■ TASK DETAILS
Check each line of the entries below for the string "nestjs"; copy every line where it appears.
━━ SOURCE MATERIAL ━━
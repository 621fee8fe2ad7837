import { Body, Controller, Delete, Get, HttpCode, Param, Post } from '@nestjs/common';
import { ApiOkResponse, ApiTags } from '@nestjs/swagger';
import type { SessionUser } from '../auth/session-user.js';
import { CurrentUser } from '../common/decorators/current-user.decorator.js';
import { Roles } from '../common/decorators/roles.decorator.js';
import { CreateAssignmentDto } from './dto/create-assignment.dto.js';
import { RefereePoolService } from './referee-pool.service.js';
import type { AutoAssignResponse, CallRefereesResponse } from './review-contract.js';

/** A call's referees and assignments: its chair manages them, staff may look. */
@ApiTags('reviews')
@Controller('calls/:code')
export class CallRefereesController {
  constructor(private readonly pool: RefereePoolService) {}

  @Roles('chair', 'staff')
  @Get('referees')
  @ApiOkResponse({ description: 'CallRefereesResponse' })
  view(
    @Param('code') code: string,
    @CurrentUser() user: SessionUser,
  ): Promise<CallRefereesResponse> {
    return this.pool.view(user, code);
  }

  @Roles('chair')
  @Post('assign')
  @HttpCode(200)
  @ApiOkResponse({ description: 'AutoAssignResponse' })
  assign(
    @Param('code') code: string,
    @CurrentUser() user: SessionUser,
  ): Promise<AutoAssignResponse> {
    return this.pool.autoAssign(user, code);
  }

  @Roles('chair')
  @Post('assignments')
  @ApiOkResponse({ description: 'CallRefereesResponse' })
  add(
    @Param('code') code: string,
    @Body() dto: CreateAssignmentDto,
    @CurrentUser() user: SessionUser,
  ): Promise<CallRefereesResponse> {
    return this.pool.add(user, code, dto);
  }

  @Roles('chair')
  @Delete('assignments/:id')
  @HttpCode(204)
  async remove(
    @Param('code') code: string,
    @Param('id') id: string,
    @CurrentUser() user: SessionUser,
  ): Promise<void> {
    await this.pool.remove(user, code, id);
  }
}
━━━
■ SOLUTION TO THIS TASK
import { Body, Controller, Delete, Get, HttpCode, Param, Post } from '@nestjs/common';
import { ApiOkResponse, ApiTags } from '@nestjs/swagger';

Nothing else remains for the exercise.